One in two patients do not take their treatments as directed, and one-third of patients who take medicines stop their treatments earlier than directed. This challenge is clear across diseases – including diabetes, hypertension, and hyperlipidemia. The opinion piece has been authored by Dr Agam Vora, General Secretary, Association of Physicians of India

Poor adherence to medications is becoming an increasingly pressing public health challenge.Premium
Poor adherence to medications is becoming an increasingly pressing public health challenge.

India has a higher non-communicable disease burden (NCD) than most nations, with NCDs accounting for roughly 65% of all deaths in the country. While many of these conditions can be managed and treated – especially with new, evidence-based treatment options launched nearly every year – the numbers of cases are not declining. One core reason for this is poor adherence to medications, which is becoming an increasingly pressing public health challenge.

One in two patients do not take their treatments as directed, and one-third of patients who take medicines stop their treatments earlier than directed. This challenge is clear across diseases – including diabetes, hypertension, and hyperlipidemia. In fact, up to a third of people with diabetes do not even get their medicines to begin with. This is becoming a growing concern, especially with 76.6% of people living with diabetes showing uncontrolled blood sugar levels in India, according to a study. 

Non-adherence has a devastating social and economic impact around the world. For instance, poor adherence in Europe contributes to 200 thousand premature deaths per year. Further, it costs Europe 125 billion euros in excess healthcare services, every year, with similar – and significant – costs to total healthcare expenditure observed around the world.

To address the complex challenge, it is important to first understand the various barriers to adherence. We know that, while 22.4% of patients state ‘forgetting’ as their main reason for non-adherence, recent studies have shown that providing reminders are only helpful if people are motivated to take their medicines.
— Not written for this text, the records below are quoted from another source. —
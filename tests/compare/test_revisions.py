"""Designs out of git: which file of which tree is meant, and what is said where there is none."""

from __future__ import annotations

import json
import os
import subprocess
from pathlib import Path

import pytest
from support.repositories import PROBE, STOCK, Repository, run

from nodal import revisions
from nodal.language.diagnostics import DesignError

FILE = "my designs/probe.nodal"


def capacitance(word: str) -> float:
    """Of the cable, F/m: it stands in the included file."""
    part = revisions.load(word).network().network.part("flex")
    return part.capacitance.nominal


def codes(word: str) -> list[str]:
    with pytest.raises(DesignError) as caught:
        revisions.load(word)
    return [found.code for found in caught.value.diagnostics]


def test_includes_come_from_the_same_revision(probe: Repository) -> None:
    probe.replace("lib/stock.nodal", "100 pF", "90 pF")
    probe.git("add", "-A")
    probe.replace("lib/stock.nodal", "90 pF", "80 pF")
    assert capacitance(f"HEAD:{FILE}") == 100e-12
    assert capacitance(f":{FILE}") == 90e-12
    assert capacitance(f":0:{FILE}") == 90e-12
    assert capacitance(FILE) == 80e-12


@pytest.mark.parametrize("revision", ["HEAD", "main-line", "v1", "HEAD^{/first}", "HEAD~0", "feature/a", "@"])
def test_whatever_git_takes_for_a_revision(probe: Repository, revision: str) -> None:
    for name in ("main-line", "feature/a"):
        probe.git("branch", name)
    probe.git("tag", "-am", "one", "v1")
    assert capacitance(f"{revision}:{FILE}") == 100e-12
    assert revisions.load(f"{revision}:{FILE}").path == f"{revision}:{FILE}"


def test_a_path_runs_from_the_top_or_from_here(probe: Repository, monkeypatch: pytest.MonkeyPatch) -> None:
    monkeypatch.chdir(probe.top / "my designs")
    assert capacitance(f"HEAD:{FILE}") == 100e-12
    assert revisions.load("HEAD:./probe.nodal").path == f"HEAD:{FILE}"
    assert revisions.load(":./probe.nodal").path == f":{FILE}"
    monkeypatch.chdir(probe.top / "lib")
    assert capacitance(f"HEAD:../{FILE}") == 100e-12
    monkeypatch.chdir(probe.top / "my designs")
    result = run("compare", "HEAD:probe.nodal", "probe.nodal")
    assert result.exit_code == 2
    assert "there is no file probe.nodal in HEAD" in result.stderr
    assert "write HEAD:./probe.nodal" in result.stderr


def test_a_file_of_that_very_name_is_meant(probe: Repository) -> None:
    probe.write("HEAD:x.nodal", PROBE.replace("../", ""))
    assert capacitance("HEAD:x.nodal") == 100e-12


def test_a_bare_repository_will_do(probe: Repository, monkeypatch: pytest.MonkeyPatch) -> None:
    probe.git("clone", "-q", "--bare", ".", "../bare.git")
    monkeypatch.chdir(probe.top.parent / "bare.git")
    assert capacitance(f"HEAD:{FILE}") == 100e-12


def test_links_are_followed_inside_the_tree(probe: Repository) -> None:
    os.symlink("my designs", probe.top / "linked")
    os.symlink("../lib/stock.nodal", probe.top / "my designs" / "here.nodal")
    probe.replace(FILE, "../lib/stock.nodal", "here.nodal")
    probe.commit()
    (probe.top / "linked").unlink()  # the work tree plays no part
    assert capacitance("HEAD:linked/probe.nodal") == 100e-12
    assert capacitance(":linked/probe.nodal") == 100e-12


def test_links_lead_nowhere_else(probe: Repository) -> None:
    (probe.top.parent / "secret.nodal").write_text(PROBE)
    os.symlink("../secret.nodal", probe.top / "out.nodal")
    os.symlink(str(probe.top.parent / "secret.nodal"), probe.top / "far.nodal")
    os.symlink("round.nodal", probe.top / "round.nodal")
    probe.write("main.nodal", PROBE.replace("../lib/stock.nodal", "out.nodal"))
    probe.commit()
    assert codes("HEAD:out.nodal") == ["unreadable"]
    assert codes(":far.nodal") == ["unreadable"]
    assert codes("HEAD:round.nodal") == ["unreadable"]
    assert "include-outside" in codes("HEAD:main.nodal")


@pytest.mark.parametrize("target", ["../../stock.nodal", "/etc/stock.nodal"])
def test_includes_stay_inside(probe: Repository, target: str) -> None:
    (probe.top.parent / "stock.nodal").write_text(STOCK)
    probe.replace(FILE, "../lib/stock.nodal", target)
    probe.commit()
    assert "include-outside" in codes(f"HEAD:{FILE}")
    assert "include-outside" in codes(f":{FILE}")


def test_an_include_that_the_revision_lacks(probe: Repository) -> None:
    probe.replace(FILE, "lib/stock", "lib/later")
    probe.commit()
    probe.write("lib/later.nodal", STOCK)
    probe.git("add", "lib")
    assert capacitance(FILE) == 100e-12
    assert capacitance(f":{FILE}") == 100e-12
    result = run("compare", f"HEAD:{FILE}", FILE)
    assert result.exit_code == 2
    assert f"HEAD:{FILE}:2:1: error[include-unreadable]" in result.stderr
    assert "there is no file lib/later.nodal in HEAD" in result.stderr


def test_a_file_includes_itself_in_a_revision(probe: Repository) -> None:
    probe.write("lib/stock.nodal", STOCK + 'include "../my designs/probe.nodal"\n')
    probe.commit()
    assert "include-loop" in codes(f"HEAD:{FILE}")


def test_sides_of_a_merge(probe: Repository) -> None:
    probe.git("checkout", "-qb", "theirs")
    probe.replace(FILE, "10 pF", "11 pF")
    probe.commit()
    probe.git("checkout", "-q", "-")
    probe.replace(FILE, "10 pF", "12 pF")
    probe.commit()
    with pytest.raises(subprocess.CalledProcessError):
        probe.git("merge", "-q", "theirs")
    load = {
        stage: revisions.load(f":{stage}:{FILE}").network().network.part("load.C").value.nominal
        for stage in (1, 2, 3)
    }
    assert load == {1: 10e-12, 2: 12e-12, 3: 11e-12}
    result = run("compare", f":{FILE}", f":2:{FILE}")
    assert result.exit_code == 2
    assert f":2:{FILE} is ours" in result.stderr


@pytest.mark.parametrize(
    ("word", "code"),
    [
        ("HEAD:none.nodal", "not-in-revision"),
        (":none.nodal", "not-in-revision"),
        ("HEAD:", "is-directory"),
        ("HEAD:lib", "is-directory"),
        ("HEAD:lib/", "is-directory"),
        ("nothing:probe.nodal", "unknown-revision"),
        ("HEAD~7:probe.nodal", "unknown-revision"),
        ("--all:probe.nodal", "unknown-revision"),
        ("-h:probe.nodal", "unknown-revision"),
        ("HEAD:../probe.nodal", "outside-repository"),
        ("HEAD:/etc/passwd", "outside-repository"),
        ("HEAD:*.nodal", "not-in-revision"),
        (":*.nodal", "not-in-revision"),
        (":(top)lib/stock.nodal", "not-in-revision"),
        ("probe.nodal", "no-file"),
    ],
)
def test_what_is_not_there(probe: Repository, word: str, code: str) -> None:
    assert codes(word) == [code]
    result = run("compare", "--json", "--", word, FILE)
    assert result.exit_code == 2
    assert [found["code"] for found in json.loads(result.stdout)["diagnostics"]] == [code]


def test_mistakes_name_the_revision_and_both_sides_are_told(probe: Repository) -> None:
    probe.replace(FILE, "1 MΩ", "1 M")
    probe.commit()
    probe.replace(FILE, "branch load: plug to ground = 1 M ", "brunch load: plug to ground = 1 MΩ ")
    result = run("compare", f"HEAD:{FILE}", FILE)
    assert result.exit_code == 2
    assert f'HEAD:{FILE}:5:31: error[missing-unit]: "1 M" has no unit' in result.stderr
    assert "1 M ± 1 % ∥ 10 pF" in result.stderr
    assert f"\n{FILE}:5:1: error[unknown-statement]" in result.stderr


def test_no_text_in_a_revision(probe: Repository) -> None:
    (probe.top / "image.nodal").write_bytes(b"\x89PNG\xff")
    (probe.top / "long.nodal").write_bytes(b"#" * (2 * 1024 * 1024 + 1))
    probe.commit()
    assert codes("HEAD:image.nodal") == ["not-utf-8"]
    assert codes("HEAD:long.nodal") == ["too-long"]


def test_another_repository_in_its_place(probe: Repository) -> None:
    head = probe.git("rev-parse", "HEAD").strip()
    probe.git("update-index", "--add", "--cacheinfo", f"160000,{head},module")
    assert codes(":module") == ["unreadable"]


def test_a_shallow_clone_says_so(probe: Repository, monkeypatch: pytest.MonkeyPatch) -> None:
    probe.replace(FILE, "10 pF", "11 pF")
    probe.commit()
    probe.git("clone", "-q", "--depth", "1", f"file://{probe.top}", "../shallow")
    monkeypatch.chdir(probe.top.parent / "shallow")
    result = run("compare", f"HEAD~1:{FILE}", FILE)
    assert result.exit_code == 2
    assert "git fetch --unshallow" in result.stderr


def test_outside_a_repository(probe: Repository, tmp_path: Path, monkeypatch: pytest.MonkeyPatch) -> None:
    monkeypatch.chdir(tmp_path)
    assert codes("HEAD:probe.nodal") == ["no-repository"]
    assert codes(":probe.nodal") == ["no-repository"]


def test_without_git(probe: Repository, tmp_path: Path, monkeypatch: pytest.MonkeyPatch) -> None:
    monkeypatch.setenv("PATH", str(tmp_path))
    assert codes("HEAD:probe.nodal") == ["no-git"]
    assert capacitance(FILE) == 100e-12


def test_before_the_first_commit(repository: Repository) -> None:
    repository.write("lib/stock.nodal", STOCK)
    repository.write(FILE, PROBE)
    repository.git("add", "-A")
    assert codes(f"HEAD:{FILE}") == ["unknown-revision"]
    assert capacitance(f":{FILE}") == 100e-12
What this means is that we must dig deeper, using theory-driven behavioural science interventions to understand and support better patient health by looking at adherence as a behaviour, requiring motivation that can result in action.
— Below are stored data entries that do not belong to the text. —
"""Characters, widths and figures: how anything is put on a page of fixed-width type."""

import math
import unicodedata
from typing import ClassVar

WIDTH = 78  # columns; two less than the narrowest terminal we promise to fit


def safe(text: str, limit: int = 200) -> str:
    """Text from outside, shortened; what could drive a terminal or turn the reading direction is spelt out.

    Letters of all scripts stay; control, format, surrogate and separating characters appear as escapes.
    `limit` is in columns.
    """
    head = text[: 4 * limit]  # nobody reads on; and ten megabytes need not be escaped to find that out
    shown = "".join(_visible(c) for c in head)
    return shorten(shown, limit) if len(text) == len(head) else shorten(shown + "…", limit)


def _visible(c: str) -> str:
    if c == " " or (c.isprintable() and unicodedata.category(c) not in ("Cf", "Zl", "Zp", "Co", "Cn")):
        return c
    code = ord(c)
    return f"\\x{code:02x}" if code < 256 else f"\\u{code:04x}" if code < 65536 else f"\\U{code:08x}"


def width(text: str) -> int:
    """Columns the text takes on a terminal: wide characters take two, combining ones none."""
    if text.isascii():
        return len(text)
    return sum(0 if unicodedata.combining(c) else 2 if unicodedata.east_asian_width(c) in "WF" else 1 for c in text)


def shorten(text: str, limit: int) -> str:
    """At most `limit` columns, the cut marked by an ellipsis. Runs of combining marks are cut too."""
    if width(text) <= limit and len(text) <= 2 * limit:
        return text
    kept = ""
    for c in text[: 2 * limit - 1]:
        if width(kept) + width(c) > limit - 1:
            break
        kept += c
    return kept.rstrip() + "…"


def pad(text: str, columns: int, align: str = "<") -> str:
    """The text with blanks on one side, counted in columns."""
    blanks = " " * max(0, columns - width(text))
    return text + blanks if align == "<" else blanks + text


def wrap(text: str, columns: int) -> list[str]:
    """Lines of at most so many columns; a word that is longer is broken."""
    lines, line = [], ""
    for word in text.split(" "):
        if line and width(line) + 1 + width(word) > columns:
            lines.append(line)
            line = ""
        line = f"{line} {word}" if line else word
        while width(line) > columns:
            at = next(i for i in range(len(line), 0, -1) if width(line[:i]) <= columns)
            lines.append(line[:at])
            line = line[at:]
    return [*lines, line] if line or not lines else lines


def figures(value: float, error: float | None = None) -> str:
    """The value with no more digits than its error supports, and never more than four significant ones."""
    supported = 15 if not error else math.ceil(-math.log10(error) - 1e-9)
    if value == 0:
        return "0" if supported > 4 else f"{0:.{max(0, supported)}f}"
    magnitude = math.floor(math.log10(abs(value)))
    if magnitude >= 6:
        return f"{value:.{max(0, min(3, supported + magnitude))}e}"
    if magnitude < -3 and supported > -magnitude - 1 and supported > 4:
        return f"{value:.{min(1, supported + magnitude)}e}"
    # three decimals are enough for numbers above 1, four for shares
    decimals = min(supported, 4 if magnitude < 0 else 3 - magnitude)
    return f"{value:.{max(0, decimals)}f}"


def uncertainty(error: float | None) -> str:
    """One digit, rounded up: an error must never look smaller than it is."""
    if error is None:
        return ""
    if error == 0:
        return "±0"
    magnitude = math.floor(math.log10(error))
    digit = math.ceil(error / 10.0**magnitude - 1e-6)
    if digit == 10:
        magnitude, digit = magnitude + 1, 1
    if magnitude < -4:
        return f"±{digit}e{magnitude:03d}"
    return f"±{digit * 10.0**magnitude:.{max(0, -magnitude)}f}"


class Page:
    """Lines with a style each; colour is added last, so that it can never disturb the columns."""

    INK: ClassVar[dict[str, str]] = {
        "title": "\x1b[1m",
        "lead": "\x1b[1m",
        "faint": "\x1b[2m",
        "block": "\x1b[1;31m",
        "warning": "\x1b[33m",
        "info": "\x1b[2m",
    }

    def __init__(self) -> None:
        self.lines: list[tuple[str, str]] = []

    def line(self, text: str = "", style: str = "") -> None:
        self.lines.append((text.rstrip(), style))

    def paragraph(self, text: str, style: str = "", *, hang: int = 0, first: str = "") -> None:
        """Wrapped text; `first` opens the first line, the others hang by so many columns."""
        for i, part in enumerate(wrap(text, WIDTH - hang)):
            self.line((pad(first, hang) if i == 0 else " " * hang) + part, style)

    def gap(self) -> None:
        if self.lines and self.lines[-1][0]:
            self.line()

    def section(self, name: str) -> None:
        """A name, then a thin rule to the margin, which sets it apart from what came before."""
        self.line(f"{name} {'─' * (WIDTH - width(name) - 1)}" if name else "─" * WIDTH, "faint")

    def text(self, *, colour: bool = False) -> str:
        if not colour:
            return "\n".join(text for text, _ in self.lines) + "\n"
        return "\n".join(f"{self.INK[s]}{t}\x1b[0m" if s in self.INK and t else t for t, s in self.lines) + "\n"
Factors driving non-adherence can be related to patient awareness, such as inadequate knowledge about therapy, lack of or changing routines, stress, or illness or medication related, including a lack of visible symptoms, poor understanding of disease, fear of side effects, complex medication regimens, or treatment fatigue.

Beyond these, other explanations of non-adherence include socio-cultural beliefs, including a lack of belief in the need for treatment, stigma, preference of alternative medicines. For instance, as per a study conducted in the Kempe Gowda Institute of Medical Sciences and Research Centre in Bangalore, 39% of patients reported not taking their treatment due to specific beliefs about their treatment.

Other prominent factors include economic or logistical reasons, like financial worries and high cost of medicines, medicine shortage, or lack of access to healthcare. Certain barriers to adherence are especially common in developing countries, including the urban-rural divide in healthcare resources, and short primary care consultation times. Worryingly, doctors only spend an average of 1.5 minutes with their patient in India, as compared to 22.5 minutes in Sweden. This calls to question what information might be left unsaid – regarding symptoms to stay alert to, the condition, and one’s treatment – which can widen the patient-practitioner gap.

To help our patients build better health habits, we must adopt a patient-centric approach to care and understand their specific concerns that stop them from taking their medicines. By helping improve adherence, we can help prevent or delay the onset of complications, reduce hospitalization risks, and decrease healthcare costs, especially across therapy areas including hypertension, diabetes, and congestive heart failure – the benefits are endless. 

But to see results at scale, we must look to engage the broader medical community, while also seeking insights from behavioural science experts, in this discussion. Collaborative, multi-stakeholder ecosystems or platforms do just this, creating a space to discuss challenges from our everyday experiences in the clinic, and best practices to tailor solutions that can help a diverse group of patients.

While there is considerable work to be done to achieve universal medicine adherence, we can be optimistic of the healthcare sector’s progress in recognizing the challenge of non-adherence and spearheading efforts to address it, as was evident at a company’s conference called a:care Congress 2022, which provided some tangible solutions to the issue of non-adherence based on behavioural science. Its interventions like these that can help improve our fight against India’s non-communicable disease burden, while also tackling other health challenges.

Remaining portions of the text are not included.